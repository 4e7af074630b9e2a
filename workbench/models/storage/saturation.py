"""Liquefied gases (LPG) at saturation: vapour pressure, liquid density, cold start.

A gas liquefied under its own vapour pressure (propane, butane, LPG) is a saturated liquid at
its bubble point, from CoolProp's multi-fluid model; where that has no model for a pair or a
flash fails, an ideal solution of the pure fluids (Raoult's law, additive liquid volumes).
"""

from __future__ import annotations

import math
from collections.abc import Callable
from dataclasses import dataclass

import numpy as np
import pandas as pd
from numpy.typing import ArrayLike
from scipy.optimize import brentq

from workbench.core.cache import memoize
from workbench.core.constants import P_STANDARD
from workbench.core.errors import InputError
from workbench.core.fuels import Fuel
from workbench.models.storage.fluids import (
    _celsius,
    _check_above_freezing,
    _check_pressure,
    _coolprop,
    _critical_temperature,
    _freezing_limit,
    _gas_mixture,
    _heos,
    _Mixture,
    _molar_mass,
    _per_point,
    _pure,
)

#: Gauge pressure an LPG feed system needs from the tank [Pa]: typical value, example. A
#: vapour-phase system's pressure regulator holds its outlet about 1 bar above manifold
#: pressure (common practice, no source) and needs some margin over that at full-load flow
#: through the tank valve, filter and lines, hence 1.5 bar gauge. Liquid-phase injection with an
#: in-tank pump needs less; set the value of the system at hand.
DEFAULT_FEED_PRESSURE = 1.5e5


@dataclass(frozen=True)
class _Saturation:
    pressure: float
    density: float
    method: str


@memoize(maxsize=8192)
def _saturated(mix: _Mixture, temperature: float) -> _Saturation:
    CP = _coolprop()
    state = _heos(mix)
    if state is not None:
        try:
            state.unspecify_phase()
            state.update(CP.QT_INPUTS, 0.0, temperature)
            p, rho = float(state.p()), float(state.rhomass())
            if p > 0 and math.isfinite(rho):
                return _Saturation(p, rho, "CoolProp HEOS")
        except ValueError:
            pass
    return _ideal_saturated(mix, temperature)


def _ideal_saturated(mix: _Mixture, temperature: float) -> _Saturation:
    """Raoult's law and additive liquid volumes over the pure fluids."""
    CP = _coolprop()
    p = 0.0
    volume = 0.0  # molar volume of the liquid [m3/mol]
    for fluid, xi in zip(mix.fluids, mix.x, strict=True):
        state = _pure(fluid)
        if temperature >= state.T_critical():
            raise InputError("temperature", f"{_celsius(temperature)}: CoolProp has no "
                             f"converged bubble point for this blend and {fluid} is above its "
                             "critical point; use a lower temperature")
        state.update(CP.QT_INPUTS, 0.0, temperature)
        p += xi * state.p()
        volume += xi / state.rhomolar()
    return _Saturation(p, _molar_mass(mix) / volume, "ideal solution (Raoult, Amagat)")


def _check_saturation_temperature(mix: _Mixture, fuel: Fuel, t: float) -> None:
    if not math.isfinite(t):
        return
    _check_above_freezing(mix, fuel, t)
    t_crit = _critical_temperature(mix)
    if t >= t_crit:
        raise InputError("temperature", f"{_celsius(t)} is above the critical "
                         f"temperature of {fuel.id} ({_celsius(t_crit)}), where it cannot "
                         "stay liquid; use a lower temperature")


def _saturation_property(fuel: Fuel | str, temperature: ArrayLike,
                         read: Callable[[_Saturation], float]) -> float | np.ndarray:
    def one(mix: _Mixture, fuel: Fuel, t: float) -> float:
        _check_saturation_temperature(mix, fuel, t)
        return read(_saturated(mix, t))

    return _per_point(fuel, one, temperature)


def vapour_pressure(fuel: Fuel | str, temperature: ArrayLike) -> float | np.ndarray:
    """Bubble-point (vapour) pressure of a liquefied gas or blend [Pa].

    Parameters
    ----------
    fuel : Fuel or str
        A gaseous fuel (propane, n-butane, LPG, ...).
    temperature : array_like
        Liquid temperature [K]; NaN gives NaN.

    Returns
    -------
    float or numpy.ndarray
        Absolute pressure [Pa] at which the liquid of the fuel's composition starts to boil:
        the pressure in a tank that holds mostly liquid.

    Raises
    ------
    InputError
        A temperature at or below the freezing limit or at or above the critical temperature.

    Notes
    -----
    CoolProp's bubble-point flash on the multi-fluid model (``QT_INPUTS`` with Q = 0); where
    that fails, Raoult's law :math:`p = \\sum_i x_i p_{sat,i}(T)` over the pure fluids.

    Examples
    --------
    >>> round(vapour_pressure("propane", 288.15) / 1e5, 2)  # doctest: +SKIP
    7.32
    """
    return _saturation_property(fuel, temperature, lambda s: s.pressure)


def saturated_liquid_density(fuel: Fuel | str, temperature: ArrayLike) -> float | np.ndarray:
    """Density of the saturated liquid of a liquefied gas or blend [kg/m3].

    Parameters
    ----------
    fuel : Fuel or str
        A gaseous fuel.
    temperature : array_like
        Liquid temperature [K]; NaN gives NaN.

    Returns
    -------
    float or numpy.ndarray
        Liquid density at the bubble point [kg/m3]; the ideal-solution fallback adds the pure
        liquids' molar volumes.
    """
    return _saturation_property(fuel, temperature, lambda s: s.density)


def bubble_temperature(fuel: Fuel | str, pressure: float, *, where: str = "pressure") -> float:
    """Temperature at which a liquefied gas's vapour pressure equals ``pressure`` [K].

    Parameters
    ----------
    fuel : Fuel or str
        A gaseous fuel.
    pressure : float
        Absolute pressure [Pa].
    where : str
        Name of the input that error messages name.

    Returns
    -------
    float
        Bubble-point temperature [K].

    Raises
    ------
    InputError
        A non-positive pressure, or one the blend's liquid never reaches between its freezing
        limit and its critical point.

    Notes
    -----
    CoolProp's ``PQ_INPUTS`` flash; where it fails, the root of the ideal-solution vapour
    pressure between the freezing limit and the lowest critical temperature of the components.
    """
    fuel, mix = _gas_mixture(fuel)
    _check_pressure(pressure, where)
    t_freeze = _freezing_limit(mix)
    t = _heos_bubble_temperature(mix, pressure)
    if t is None:
        t = _ideal_bubble_temperature(mix, pressure, fuel, where)
    if t <= t_freeze:
        raise InputError(where, f"at {pressure / 1e5:.4g} bar {fuel.id} boils at "
                         f"{_celsius(t)}, below the freezing point of one of its "
                         f"components ({_celsius(t_freeze)}); remove that component")
    return t


def _heos_bubble_temperature(mix: _Mixture, pressure: float) -> float | None:
    state = _heos(mix)
    if state is None:
        return None
    try:
        state.unspecify_phase()
        state.update(_coolprop().PQ_INPUTS, pressure, 0.0)
    except ValueError:
        return None
    t = float(state.T())
    return t if 0 < t < _critical_temperature(mix) else None


def _ideal_bubble_temperature(mix: _Mixture, pressure: float, fuel: Fuel, where: str) -> float:
    lo = max(_pure(f).Tmin() for f in mix.fluids) + 1e-6
    hi = min(_pure(f).T_critical() for f in mix.fluids) - 1e-6

    def excess(t: float) -> float:
        return _ideal_saturated(mix, t).pressure - pressure

    if lo >= hi or excess(lo) > 0 or excess(hi) < 0:
        raise InputError(where, f"{pressure / 1e5:.4g} bar: no bubble point of {fuel.id} "
                         "found (CoolProp's mixture flash failed and the ideal-solution "
                         "fallback has no root below the components' critical points)")
    return float(brentq(excess, lo, hi, xtol=1e-6))


def cold_start_temperature(
    fuel: Fuel | str,
    *,
    feed_pressure: float = DEFAULT_FEED_PRESSURE,
    ambient_pressure: float = P_STANDARD,
) -> float:
    """Temperature below which a liquefied gas no longer feeds the engine [K].

    Parameters
    ----------
    fuel : Fuel or str
        A liquefied gas or blend (LPG).
    feed_pressure : float, optional
        Gauge pressure the feed system needs from the tank [Pa];
        :data:`DEFAULT_FEED_PRESSURE` (typical value) by default.
    ambient_pressure : float, optional
        Atmospheric pressure [Pa].

    Returns
    -------
    float
        The bubble-point temperature at ``feed_pressure + ambient_pressure`` [K]: below it
        the tank pressure falls short of what the feed system needs.

    Notes
    -----
    The tank is taken at the ambient temperature, as after a cold night parked. Liquid is
    drawn from the tank, so the liquid's composition stays that of the fuel; vapour
    withdrawal would boil off the propane first and lower the pressure further.
    """
    if not feed_pressure >= 0:
        raise InputError("feed_pressure", f"must be zero or more (gauge), got {feed_pressure:g}")
    return bubble_temperature(fuel, feed_pressure + ambient_pressure, where="feed_pressure")


def vapour_pressure_table(
    fuel: Fuel | str,
    temperature: ArrayLike,
    *,
    feed_pressure: float = DEFAULT_FEED_PRESSURE,
    ambient_pressure: float = P_STANDARD,
) -> pd.DataFrame:
    """Vapour pressure, liquid density and whether the engine is fed, against temperature.

    Parameters
    ----------
    fuel : Fuel or str
        A liquefied gas or blend.
    temperature : array_like
        Temperatures [K] (flattened).
    feed_pressure : float, optional
        Gauge pressure the feed system needs [Pa].
    ambient_pressure : float, optional
        Atmospheric pressure [Pa].

    Returns
    -------
    pandas.DataFrame
        One row per temperature: ``temperature_k`` [K], ``vapour_pressure_pa`` [Pa absolute],
        ``vapour_pressure_gauge_pa`` [Pa], ``liquid_density_kg_per_m3`` [kg/m3],
        ``feeds_engine`` (gauge vapour pressure at least ``feed_pressure``) and ``method``.
    """
    fuel, mix = _gas_mixture(fuel)
    t = np.atleast_1d(np.asarray(temperature, dtype=float)).ravel()
    p = np.atleast_1d(vapour_pressure(fuel, t))
    rho = np.atleast_1d(saturated_liquid_density(fuel, t))
    method = [_saturated(mix, float(ti)).method if math.isfinite(ti) else "" for ti in t]
    return pd.DataFrame({
        "temperature_k": t,
        "vapour_pressure_pa": p,
        "vapour_pressure_gauge_pa": p - ambient_pressure,
        "liquid_density_kg_per_m3": rho,
        "feeds_engine": p - ambient_pressure >= feed_pressure,
        "method": method,
    })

•••

What you will do →
From the opening line of the data above through the line that contains "A gas liquefied", please print each line as it stands and only those lines.

Written answer →
repository 4e7af074630b9e2a
filename workbench/models/storage/saturation.py
"""Liquefied gases (LPG) at saturation: vapour pressure, liquid density, cold start.

A gas liquefied under its own vapour pressure (propane, butane, LPG) is a saturated liquid at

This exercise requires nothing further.